Fig 1.
Schematic diagram of this study.
Table 1.
Performance evaluation of different machine-learning models by ten-fold cross-validation.
Fig 2.
Performance of different semi-supervised models based on the independent testing gene set.
(A) The area under the receiver operating characteristic curve (AUROC) for four semi-supervised models. (B) The area under the precision-recall curve (AUPRC) for four semi-supervised models. (C) The AUROC for four deep semi-supervised-learning models. (D) The AUPRC for four deep semi-supervised-learning models. The FlexMatch model fails to capture patterns in the omic data, producing predictions no better than random chance, a consequence of fundamental failures in its pseudo-labeling mechanism.
Fig 3.
UpSet plot showing the overlap between the identified cER genes with the cancer genes from different databases.
Upset plot diagram shows the intersection of the six cancer gene sets and the identified cER genes.
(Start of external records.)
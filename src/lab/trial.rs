//! One Monte Carlo trial: a detector's tone test signal plus seeded white noise at a given
//! channel SNR, through the detector's receiver with AGC off, and the output SNR measured.

use super::channel::ChannelCondition;
use super::detector::Detector;
use super::theory::noise_power;
use crate::block::process_to_vec;
use crate::demod::{ReceiverConfig, ReceiverOptions};
use crate::dsp::AgcSettings;
use crate::dsp::ComplexNoise;
use crate::measure::snr_in_band_db;
use crate::{Complex32, Error, Result};

use super::signal::ToneSource;

/// Mean power of every test signal, mean|s|² (the scale is arbitrary: AGC is off and every
/// measurement is a ratio).
pub const SIGNAL_POWER: f64 = 0.1;

/// The signal and timing settings of a trial, shared by every trial of a sweep.
#[derive(Debug, Clone, Copy, PartialEq)]
pub struct TrialSettings {
    /// IQ sample rate in Hz.
    pub iq_rate: f64,
    /// Carrier (or suppressed-carrier reference) offset from the recording centre, in Hz.
    pub carrier_offset_hz: f64,
    /// Modulation index μ of the full-carrier signal.
    pub mu: f64,
    /// Tone frequency f_m in Hz.
    pub tone_hz: f64,
    /// Message bandwidth W in Hz: the receiver's bandwidth and the band the noise is measured in.
    pub bandwidth_hz: f64,
    /// Audio rate of the receivers in Hz.
    pub audio_rate: f64,
    /// Seconds of audio measured per trial.
    pub seconds: f64,
    /// Seconds dropped at the start for filters, DC blockers and carrier loops to settle.
    pub settle_s: f64,
    /// Fading and impulses besides the white noise ([`ChannelCondition::NONE`]: none).
    pub channel: ChannelCondition,
}

impl Default for TrialSettings {
    /// 96 kS/s IQ, carrier at +12 kHz, μ = 0.5, a 1 kHz tone, W = 5 kHz, audio at 48 kHz,
    /// 0.5 s measured after 0.25 s of settling.
    fn default() -> Self {
        TrialSettings {
            iq_rate: 96_000.0,
            carrier_offset_hz: 12_000.0,
            mu: 0.5,
            tone_hz: 1000.0,
            bandwidth_hz: 5000.0,
            audio_rate: 48_000.0,
            seconds: 0.5,
            settle_s: 0.25,
            channel: ChannelCondition::NONE,
        }
    }
}

impl TrialSettings {
    /// Checks what the receivers do not check themselves.
    pub fn validate(&self) -> Result<()> {
        let positive = |name: &'static str, v: f64| {
            if v.is_finite() && v > 0.0 {
                Ok(())
            } else {
                Err(Error::parameter(name, v, "must be a positive number"))
            }
        };
        positive("seconds", self.seconds)?;
        positive("tone_hz", self.tone_hz)?;
        positive("bandwidth_hz", self.bandwidth_hz)?;
        if !(self.settle_s.is_finite() && self.settle_s >= 0.0) {
            return Err(Error::parameter("settle_s", self.settle_s, "must be ≥ 0 s"));
        }
        if !(self.mu.is_finite() && self.mu > 0.0) {
            return Err(Error::parameter("mu", self.mu, "must be positive"));
        }
        if self.tone_hz >= self.bandwidth_hz {
            return Err(Error::parameter(
                "tone_hz",
                self.tone_hz,
                format!("must lie below the bandwidth ({} Hz)", self.bandwidth_hz),
            ));
        }
        self.channel.validate()?;
        if self.iq_rate * (self.seconds + self.settle_s) > 1e9 {
            return Err(Error::parameter(
                "seconds",
                self.seconds,
                "too long a trial",
            ));
        }
        Ok(())
    }

    /// The receiver settings: the mode's defaults except bandwidth W, the audio rate, AGC off.
    pub fn receiver_config(&self) -> ReceiverConfig {
        ReceiverConfig {
            input_rate: self.iq_rate,
            offset_hz: self.carrier_offset_hz,
            options: ReceiverOptions {
                audio_rate: self.audio_rate,
                bandwidth_hz: Some(self.bandwidth_hz),
                agc: Some(AgcSettings::OFF),
                ..ReceiverOptions::default()
            },
        }
    }

    /// IQ samples per trial, settling included.
    pub fn iq_len(&self) -> usize {
        (self.iq_rate * (self.seconds + self.settle_s)).round() as usize
    }
}

/// The noise seed of one trial, from the sweep seed, the detector's name, the point and the
/// trial index: the same numbers give the same noise whatever thread runs the trial.
pub fn trial_seed(seed: u64, detector: &str, point: usize, trial: usize) -> u64 {
    // FNV-1a of the name, then SplitMix64 finalisers (Steele, Lea, Flood, "Fast splittable
    // pseudorandom number generators", OOPSLA 2014) over each field.
    let mut h: u64 = 0xcbf2_9ce4_8422_2325;
    for b in detector.bytes() {
        h = (h ^ u64::from(b)).wrapping_mul(0x0100_0000_01b3);
    }
    [seed, h, point as u64, trial as u64]
        .into_iter()
        .fold(0x9e37_79b9_7f4a_7c15, |acc, v| splitmix(acc ^ splitmix(v)))
}

fn splitmix(mut z: u64) -> u64 {
    z = z.wrapping_add(0x9e37_79b9_7f4a_7c15);
    z = (z ^ (z >> 30)).wrapping_mul(0xbf58_476d_1ce4_e5b9);
    z = (z ^ (z >> 27)).wrapping_mul(0x94d0_49bb_1331_11eb);
    z ^ (z >> 31)
}

/// The detector's noisy test signal at `channel_snr_db` (noise from `noise_seed`), through
/// the settings' channel condition (fading and impulses seeded by `channel_seed`).
pub fn trial_input(
    detector: &Detector,
    settings: &TrialSettings,
    channel_snr_db: f64,
    noise_seed: u64,
    channel_seed: u64,
) -> Result<Vec<Complex32>> {
    let mut source = ToneSource::new(
        detector.test_signal()?,
        SIGNAL_POWER,
        settings.mu,
        settings.tone_hz,
        settings.carrier_offset_hz,
        settings.iq_rate,
    )?;
    let mut iq = vec![Complex32::default(); settings.iq_len()];
    source.fill(&mut iq);
    let channel = settings.channel;
    let mut iq = channel.fade(iq, settings.iq_rate, channel_seed)?;
    let impulse_seed = channel_seed ^ 0x5eed_1e55_0000_0001;
    channel.add_impulses(&mut iq, SIGNAL_POWER, settings.iq_rate, impulse_seed)?;
    let power = noise_power(
        SIGNAL_POWER,
        channel_snr_db,
        settings.bandwidth_hz,
        settings.iq_rate,
    );
    ComplexNoise::try_new(power, noise_seed)?.add_to(&mut iq);
    Ok(iq)
}

/// Runs one trial and returns the output SNR in dB: tone power over the noise and distortion
/// in (0, W] of the audio after the settling time, DC removed
/// ([`snr_in_band_db`]). The channel condition's fading and impulses take the noise seed
/// too; [`run_trial_in_channel`] seeds them apart.
pub fn run_trial(
    detector: &Detector,
    settings: &TrialSettings,
    channel_snr_db: f64,
    noise_seed: u64,
) -> Result<f64> {
    run_trial_in_channel(detector, settings, channel_snr_db, noise_seed, noise_seed)
}

/// [`run_trial`] with the fading and impulses seeded by `channel_seed`, so that detectors fed
/// the same test signal can share one channel realisation while their noise differs.
///
/// Under fading the output SINAD is read by [`tracking_sinad_db`] (the tone re-fitted every
/// [`TRACKING_BLOCK_S`]), so that the slow change of the wanted tone's level and phase is not
/// counted as noise; what remains is the noise and the distortion the detector adds.
pub fn run_trial_in_channel(
    detector: &Detector,
    settings: &TrialSettings,
    channel_snr_db: f64,
    noise_seed: u64,
    channel_seed: u64,
) -> Result<f64> {
    settings.validate()?;
    if !channel_snr_db.is_finite() {
        return Err(Error::parameter(
            "SNR point",
            channel_snr_db,
            "must be finite",
        ));
    }
    let mut receiver = detector.build(&settings.receiver_config())?;
    let iq = trial_input(detector, settings, channel_snr_db, noise_seed, channel_seed)?;
    let audio = process_to_vec(receiver.as_mut(), &iq);
    let rate = receiver.audio_rate();
    let channels = receiver.audio_channels();
    let pick = detector.audio_channel().min(channels - 1);
    let skip = ((settings.settle_s * rate).round() as usize * channels).min(audio.len());
    let mono: Vec<f32> = audio[skip..]
        .iter()
        .skip(pick)
        .step_by(channels)
        .copied()
        .collect();
    let measured = if settings.channel.fading.is_some() {
        tracking_sinad_db(
            &mono,
            rate,
            settings.tone_hz,
            settings.bandwidth_hz,
            TRACKING_BLOCK_S,
        )
    } else {
        snr_in_band_db(&mono, rate, settings.tone_hz, settings.bandwidth_hz)
    };
    measured.filter(|snr| snr.is_finite()).ok_or_else(|| {
        Error::parameter(
            "trial",
            format!("{detector} at {channel_snr_db} dB"),
            "the output SNR could not be measured (no tone in the audio)",
        )
    })
}

/// Block length of [`tracking_sinad_db`], 20 ms: short against the fades of the standard
/// conditions with spreads up to a few hertz (those of 10 Hz and more — flutter and the
/// disturbed low/high-latitude sets — change within a block, and what changes is read as
/// distortion), long against a 1 kHz tone's period (common practice, no source).
pub const TRACKING_BLOCK_S: f64 = 0.02;

/// The SINAD of a tone whose level and phase drift slowly: in consecutive blocks of
/// `block_s` (the last one shorter), a least-squares fit of a·cos ωt + b·sin ωt + c; SINAD =
/// Σ fitted tone energy / residual energy in (0, `band_hz`], dB (the band by Parseval over
/// the zero-padded FFT of the whole residual, as [`snr_in_band_db`] reads it). The fit
/// absorbs 3 degrees of freedom per block: with `block_s` = 20 ms at 48 kHz, 3 of 960
/// samples, a bias of +0.014 dB. `None` for an empty or silent input.
pub fn tracking_sinad_db(
    audio: &[f32],
    rate: f64,
    tone_hz: f64,
    band_hz: f64,
    block_s: f64,
) -> Option<f64> {
    let block = ((block_s * rate).round() as usize).max(8);
    let w = std::f64::consts::TAU * tone_hz / rate;
    let mut tone = 0.0f64;
    let mut residual = vec![num_complex::Complex64::default(); audio.len().next_power_of_two()];
    for (b, chunk) in audio.chunks(block).enumerate() {
        if chunk.len() < 8 {
            continue;
        }
        let start = b * block;
        // Normal equations of [cos, sin, 1], phases from the absolute sample index.
        let mut g = [[0.0f64; 3]; 3];
        let mut r = [0.0f64; 3];
        for (k, &x) in chunk.iter().enumerate() {
            let (s, c) = (w * (start + k) as f64).sin_cos();
            let basis = [c, s, 1.0];
            for i in 0..3 {
                r[i] += basis[i] * f64::from(x);
                for j in 0..3 {
                    g[i][j] += basis[i] * basis[j];
                }
            }
        }
        let coef = solve3(g, r)?;
        for (k, &x) in chunk.iter().enumerate() {
            let (s, c) = (w * (start + k) as f64).sin_cos();
            let t = coef[0] * c + coef[1] * s;
            tone += t * t;
            residual[start + k].re = f64::from(x) - t - coef[2];
        }
    }
    if !(tone > 0.0 && band_hz > 0.0) {
        return None;
    }
    let n = residual.len();
    crate::measure::spectrum::plan_forward(n).process(&mut residual);
    let top = ((band_hz * n as f64 / rate).floor() as usize).clamp(1, n / 2 - 1);
    // A real residual: the negative-frequency half mirrors the positive one.
    let rest = 2.0 * residual[1..=top].iter().map(|z| z.norm_sqr()).sum::<f64>() / n as f64;
    (rest > 0.0).then(|| 10.0 * (tone / rest).log10())
}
Vertical bars (indicated by the black dots joined by black lines) represent the number of genes in the different combinations of cancer gene sets. Horizontal bars represent the number of genes in the different cancer gene sets.
Fig 4.
The Circos plot displays the predicted cancer-specific cER genes across 18 cancer types.
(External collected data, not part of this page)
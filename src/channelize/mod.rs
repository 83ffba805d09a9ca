//! Many channels from one wideband stream: the polyphase FFT channelizer, the front end fed by
//! one of its bins, and `amrx watch` (every channel of a plan received, squelched and logged).

pub mod band_meter;
pub mod channelizer;
pub mod front_end;
pub mod watch;

pub use band_meter::BandMeter;
pub use channelizer::PolyphaseChannelizer;
pub use front_end::BinFrontEnd;
pub use watch::{
    run_watch, ChannelPlan, PlanFrequencies, WatchOutcome, WatchRequest, WatchSummary,
};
The predicted cER genes are highlighted in red, and the outermost ring contains the corresponding gene symbols.
Fig 5.
Evaluation of CASER-predicted cERs by gene set enrichment analysis.
(A) Network visualization of the enriched pathways based on the gene set enrichment analysis results of GOBP pathways. Node represents a specific GOBP pathway, and edges represents numbers of shared genes. The size of nodes corresponds to the number of genes in that pathway, while the color gradient represents the -log10 adjusted p-value, with darker red colors indicating higher pathway enrichment. (B) KEGG pathway and (C) DisGeNET gene set enrichment results for the predicted cERs (including known and predicted novel cERs), unpredicted cERs and NGs. Terms with adjusted P-values < 0.01 are shown.
Fig 6.
Evaluation of the identified cERs by a published ER CRISPR-screen dataset and the DepMap gene essentiality screen dataset.
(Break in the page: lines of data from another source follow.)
//! A polyphase FFT analysis filter bank: M channels spaced fs/M, each low-pass filtered by one
//! prototype and decimated by D, in one pass.
//!
//! Method: the weighted overlap-add / polyphase form of the analysis bank (R. E. Crochiere and
//! L. R. Rabiner, Multirate Digital Signal Processing, 1983, ch. 7; f. harris, Multirate Signal
//! Processing for Communication Systems, 2004, ch. 9). Channel k at output instant m is, by
//! definition, the mixer + FIR + decimator
//!
//! y_k\[m\] = Σ_n h\[n\] · x\[mD − n\] · e^{−j2πk(mD − n)/M},
//!
//! (the input mixed down by k·fs/M, filtered by h, every D-th sample kept). Splitting n = rM + p
//! gives the polyphase sums u_p = Σ_r h\[rM + p\]·x\[mD − rM − p\], one M-point inverse DFT of u,
//! and a rotation by e^{−j2πk(mD mod M)/M}: L multiply-adds and one FFT per D inputs instead of
//! M·L. The tests compare it with the direct form above.

use crate::block::Block;
use crate::dsp::kaiser::{design_lowpass, LowpassSpec};
use crate::{Complex32, Error, Result};
use rustfft::{Fft, FftPlanner};
use std::sync::Arc;

/// The channelizer. Output: frames of M complex samples, channel k (centre k·fs/M, the upper
/// half being negative frequencies as in an FFT) at index k of each frame; one frame per D
/// inputs, the first at the first input.
pub struct PolyphaseChannelizer {
    channels: usize,
    decimation: usize,
    taps: Vec<f32>,
    /// Prototype taps by phase, reversed: `phase_taps[p·R + j] = h[(R − 1 − j)·M + p]`.
    phase_taps: Vec<f32>,
    /// Taps per phase R = len / M.
    per_phase: usize,
    /// One ring per input phase q (inputs whose index ≡ q mod M), each 2R long and written
    /// twice, so its newest R samples are contiguous, oldest first, from `ring_at[q] + 1`.
    rings: Vec<Complex32>,
    ring_at: Vec<usize>,
    /// Inputs seen (mod M·D is enough; kept as the input index modulo the phase period).
    phase: usize,
    /// Inputs until the next frame.
    until_frame: usize,
    sums: Vec<Complex32>,
    scratch: Vec<Complex32>,
    fft: Arc<dyn Fft<f32>>,
    /// e^{−j2πq/M}, q = 0..M.
    twiddle: Vec<Complex32>,
}

impl std::fmt::Debug for PolyphaseChannelizer {
    fn fmt(&self, f: &mut std::fmt::Formatter<'_>) -> std::fmt::Result {
        f.debug_struct("PolyphaseChannelizer")
            .field("channels", &self.channels)
            .field("decimation", &self.decimation)
            .field("taps", &self.taps.len())
            .finish_non_exhaustive()
    }
}

/// The prototype for `channels` channels decimated by `decimation`: a Kaiser low-pass
/// (the project's design, `dsp::kaiser`) with its passband edge at `passband` × fs/M and its
/// stopband edge where the neighbouring channel's passband begins, (1 − `passband`)·fs/M (or
/// earlier, where the decimated output would alias onto the passband), at `attenuation_db`.
pub fn design_prototype(
    channels: usize,
    decimation: usize,
    passband: f64,
    attenuation_db: f64,
) -> Result<Vec<f32>> {
    if channels < 2 || decimation == 0 || decimation > channels {
        return Err(Error::parameter(
            "channels",
            format!("{channels} decimated by {decimation}"),
            "needs at least 2 channels and a decimation from 1 to the channel count",
        ));
    }
    let m = channels as f64;
    let out_rate = 1.0 / decimation as f64;
    let pass = passband / m;
    // The neighbour's passband starts at (1 − passband)·fs/M: the stopband begins there, and
    // no later than where the decimated output would alias onto the passband.
    let stop = (1.0 / m - pass).min(out_rate - pass).min(0.5);
    if !(pass > 0.0 && stop > pass) {
        return Err(Error::parameter(
            "passband",
            passband,
            "must leave room for a transition below the decimated rate",
        ));
    }
    let mut taps = design_lowpass(&LowpassSpec {
        passband_hz: pass,
        stopband_hz: stop,
        attenuation_db,
        sample_rate: 1.0,
    })?;
    // Unit gain at DC: the channel keeps the input's level.
    let sum: f32 = taps.iter().sum();
    if sum.abs() > 0.0 {
        taps.iter_mut().for_each(|t| *t /= sum);
    }
    Ok(taps)
}

impl PolyphaseChannelizer {
    /// `channels` channels (M ≥ 2), each decimated by `decimation` (1 ≤ D ≤ M), filtered by
    /// `taps` (the prototype low-pass at the input rate).
    ///
    /// ```
    /// use amrx::channelize::channelizer::{design_prototype, PolyphaseChannelizer};
    /// use amrx::block::{process_to_vec, Block};
    /// use amrx::Complex32;
    /// let taps = design_prototype(8, 4, 0.4, 60.0)?;
    /// let mut bank = PolyphaseChannelizer::new(8, 4, taps)?;
    /// let frames = process_to_vec(&mut bank, &vec![Complex32::new(1.0, 0.0); 64]);
    /// assert_eq!(frames.len(), 8 * 16);
    /// # Ok::<(), amrx::Error>(())
    /// ```
    pub fn new(channels: usize, decimation: usize, taps: Vec<f32>) -> Result<Self> {
        if channels < 2 || decimation == 0 || decimation > channels {
            return Err(Error::parameter(
                "channels",
                format!("{channels} decimated by {decimation}"),
                "needs at least 2 channels and a decimation from 1 to the channel count",
            ));
        }
        if taps.is_empty() || taps.iter().any(|t| !t.is_finite()) {
            return Err(Error::parameter(
                "taps",
                taps.len(),
                "the prototype needs at least one tap, all finite",
            ));
        }
        let len = taps.len().div_ceil(channels) * channels;
        let mut padded = taps;
        padded.resize(len, 0.0);
        let fft = FftPlanner::<f32>::new().plan_fft_inverse(channels);
        let scratch = vec![Complex32::default(); fft.get_inplace_scratch_len()];
        let twiddle = (0..channels)
            .map(|q| {
                let a = -2.0 * std::f64::consts::PI * q as f64 / channels as f64;
                Complex32::new(a.cos() as f32, a.sin() as f32)
            })
            .collect();
        let per_phase = len / channels;
        let mut phase_taps = vec![0.0f32; len];
        for p in 0..channels {
            for j in 0..per_phase {
                phase_taps[p * per_phase + j] = padded[(per_phase - 1 - j) * channels + p];
            }
        }
        Ok(PolyphaseChannelizer {
            channels,
            decimation,
            taps: padded,
            phase_taps,
            per_phase,
            rings: vec![Complex32::default(); 2 * len],
            ring_at: vec![0; channels],
            phase: 0,
            until_frame: 0,
            sums: vec![Complex32::default(); channels],
            scratch,
            fft,
            twiddle,
        })
    }

    /// Channels M.
    pub fn channels(&self) -> usize {
        self.channels
    }

    /// Decimation D.
    pub fn decimation(&self) -> usize {
        self.decimation
    }

    /// One frame for the input just stored at the newest history slot, input index ≡ `phase`
    /// (mod M).
    fn frame(&mut self, out: &mut [Complex32]) {
        let m = self.channels;
        let r = self.per_phase;
        for p in 0..m {
            // Inputs t − p − jM live in ring q = (t − p) mod M, newest last.
            let q = (self.phase + m - p) % m;
            let start = q * 2 * r + self.ring_at[q] + 1;
            let window = &self.rings[start..start + r];
            let taps = &self.phase_taps[p * r..(p + 1) * r];
            self.sums[p] = dot(window, taps);
        }
        self.fft
            .process_with_scratch(&mut self.sums, &mut self.scratch);
        for (k, (o, v)) in out.iter_mut().zip(&self.sums).enumerate() {
            *o = v * self.twiddle[(k * self.phase) % m];
        }
    }
}

/// Σ x\[j\]·h\[j\] with four independent accumulators (so the compiler can vectorise it).
#[inline]
fn dot(x: &[Complex32], h: &[f32]) -> Complex32 {
    let mut re = [0.0f32; 4];
    let mut im = [0.0f32; 4];
    let xs = x.chunks_exact(4);
    let hs = h.chunks_exact(4);
    let (xr, hr) = (xs.remainder(), hs.remainder());
    for (xc, hc) in xs.zip(hs) {
        for i in 0..4 {
            re[i] += xc[i].re * hc[i];
            im[i] += xc[i].im * hc[i];
        }
    }
    let mut acc = Complex32::new(re.iter().sum(), im.iter().sum());
    for (a, b) in xr.iter().zip(hr) {
        acc += a * b;
    }
    acc
}

impl Block for PolyphaseChannelizer {
    type Input = Complex32;
    type Output = Complex32;

    fn process(&mut self, input: &[Complex32], output: &mut [Complex32]) -> (usize, usize) {
        let m = self.channels;
        let mut produced = 0;
        for (i, x) in input.iter().enumerate() {
            if self.until_frame == 0 && output.len() - produced < m {
                return (i, produced);
            }
            let x = if x.re.is_finite() && x.im.is_finite() {
                *x
            } else {
                Complex32::default()
            };
            let q = self.phase;
            let r = self.per_phase;
            let at = (self.ring_at[q] + 1) % r;
            self.ring_at[q] = at;
            self.rings[q * 2 * r + at] = x;
            self.rings[q * 2 * r + at + r] = x;
            if self.until_frame == 0 {
                let (head, _) = output[produced..].split_at_mut(m);
                self.frame(head);
                produced += m;
                self.until_frame = self.decimation;
            }
            self.until_frame -= 1;
            self.phase = (self.phase + 1) % m;
        }
        (input.len(), produced)
    }

    fn max_output_len(&self, input_len: usize) -> usize {
        input_len.div_ceil(self.decimation) * self.channels
    }

    fn rate_ratio(&self) -> f64 {
        self.channels as f64 / self.decimation as f64
    }

    fn delay(&self) -> f64 {
        // A linear-phase prototype of the given (unpadded, odd) length delays by (N − 1)/2;
        // the padding zeros sit at the end and change nothing.
        let real = self
            .taps
            .iter()
            .rposition(|t| *t != 0.0)
            .map_or(0, |i| i + 1);
        (real.saturating_sub(1)) as f64 / 2.0
    }

    fn reset(&mut self) {
        self.rings
            .iter_mut()
            .for_each(|h| *h = Complex32::default());
        self.ring_at.iter_mut().for_each(|a| *a = 0);
        self.phase = 0;
        self.until_frame = 0;
    }
}

#[cfg(test)]
mod tests {
    use super::*;
    use crate::block::check::{check_block, BlockCheck};
    use crate::block::process_to_vec;
    use num_complex::Complex64;

    // Seeded complex noise, each component uniform in [−1, 1).
    use crate::dsp::test_util::random_complex as noise;

    /// The direct form: each channel mixed down by k·fs/M, filtered by h, decimated by D, all
    /// in f64 (the definition in the module docs).
    fn direct(x: &[Complex32], h: &[f32], m: usize, d: usize) -> Vec<Vec<Complex64>> {
        (0..m)
            .map(|k| {
                let mixed: Vec<Complex64> = x
                    .iter()
                    .enumerate()
                    .map(|(n, s)| {
                        let a = -2.0 * std::f64::consts::PI * (k * n % m) as f64 / m as f64;
                        Complex64::new(f64::from(s.re), f64::from(s.im))
                            * Complex64::new(a.cos(), a.sin())
                    })
                    .collect();
                (0..x.len())
                    .step_by(d)
                    .map(|t| {
                        (0..h.len().min(t + 1))
                            .map(|n| mixed[t - n] * f64::from(h[n]))
                            .sum()
                    })
                    .collect()
            })
            .collect()
    }

    #[test]
    fn meets_the_block_contract() {
        // No delay probe: the output interleaves M channels, each at its own frequency, so two
        // tones in one passband cannot be read as one stream; the delay is checked against the
        // direct form below (equal outputs mean equal delay).
        let taps = design_prototype(8, 4, 0.4, 60.0).unwrap();
        let x = noise(3000, 1);
        let make = || PolyphaseChannelizer::new(8, 4, taps.clone()).unwrap();
        let mut check = BlockCheck::new(&make, &x);
        check.channels = 8;
        check.count_slack = 8;
        check_block(&check);
    }

    #[test]
    fn equals_the_direct_mixer_filter_decimator() {
        // Seeded noise; M = 16, D = 8 and D = 5 (not dividing M) and D = 16 (critically
        // sampled). Float rounding: f32 sums of ~100 terms of size ~0.01·1 against f64, so
        // 1e-5 of the input scale (measured worst about 1e-6).
        for (m, d) in [(16, 8), (16, 5), (16, 16)] {
            let taps = design_prototype(m, d.min(m / 2).max(1), 0.4, 70.0).unwrap();
            let x = noise(4000, 7 + d as u64);
            let fast = process_to_vec(
                &mut PolyphaseChannelizer::new(m, d, taps.clone()).unwrap(),
                &x,
            );
            let want = direct(&x, &taps, m, d);
            let frames = fast.len() / m;
            assert_eq!(frames, want[0].len());
            let mut worst = 0.0f64;
            for f in 0..frames {
                for k in 0..m {
                    let got = fast[f * m + k];
                    let w = want[k][f];
                    worst = worst
                        .max((Complex64::new(f64::from(got.re), f64::from(got.im)) - w).norm());
                }
            }
            eprintln!("M {m}, D {d}: largest difference from the direct form {worst:.2e}");
            assert!(worst < 1e-5, "M {m} D {d}: {worst}");
        }
    }

    #[test]
    fn adjacent_channels_are_rejected_as_designed() {
        // A tone at the centre of channel 1 (fs/M): channel 0 must hold it at least as far
        // down as the prototype's stopband attenuation (70 dB; the Kaiser design meets its
        // attenuation at the stopband edge, 0.6·fs/M, and the adjacent centre lies beyond).
        let (m, d) = (16, 8);
        let taps = design_prototype(m, d, 0.4, 70.0).unwrap();
        let x: Vec<Complex32> = (0..20_000)
            .map(|n| {
                let a = 2.0 * std::f64::consts::PI * (n % m) as f64 / m as f64;
                Complex32::new(a.cos() as f32, a.sin() as f32)
            })
            .collect();
        let y = process_to_vec(&mut PolyphaseChannelizer::new(m, d, taps).unwrap(), &x);
        let frames = y.len() / m;
        let power = |k: usize| -> f64 {
            (frames / 2..frames)
                .map(|f| f64::from(y[f * m + k].norm_sqr()))
                .sum::<f64>()
                / (frames - frames / 2) as f64
        };
        let own = power(1);
        assert!((own - 1.0).abs() < 0.01, "channel gain {own}");
        for k in [0, 2] {
            let rejection = 10.0 * (own / power(k)).log10();
            eprintln!("channel {k}: {rejection:.1} dB under the tone's channel");
            assert!(rejection >= 70.0, "channel {k}: only {rejection:.1} dB");
        }
    }
}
The robust rank aggregation (RRA) scores of negative selections are shown for different gene sets in (A) LNCaP and (B) MDA-MB-231 cells. The Chronos dependency scores are shown for different gene sets in (C) LNCaP and (D) TNBC cancer cell. The RRA scores of negative selection were calculated using MAGeCK. The higher -log10(RRA) values indicate a greater effect on cell survival after gene knockdown. The lower DEMETER and Chronos score indicate a greater effect on cell survival after gene knockdown. The genes in this analysis are both cancer genes and ERGs. Non-cancer ERs refer to the ER genes that are also neutral genes. P-value is calculated by Wilcoxon rank-sum one-tailed test.
Fig 7.
Investigation of six candidate cER genes in affecting the proliferation of cancer cell lines.
(A) Six predicted cER genes were investigated in SK-mel-2 cell line (n = 4). (B) Six predicted cER genes were investigated in Caki-1 cell line (n = 4). Statistical analysis was performed between si-NC and si-Genes. P-values are calculated by One-way analysis of variance followed by Dunnett’s corrections and indicated by star symbols, *, P < 0.05; **, P < 0.01; ***, P < 0.001; ****, P < 0.0001; ns, P > 0.05.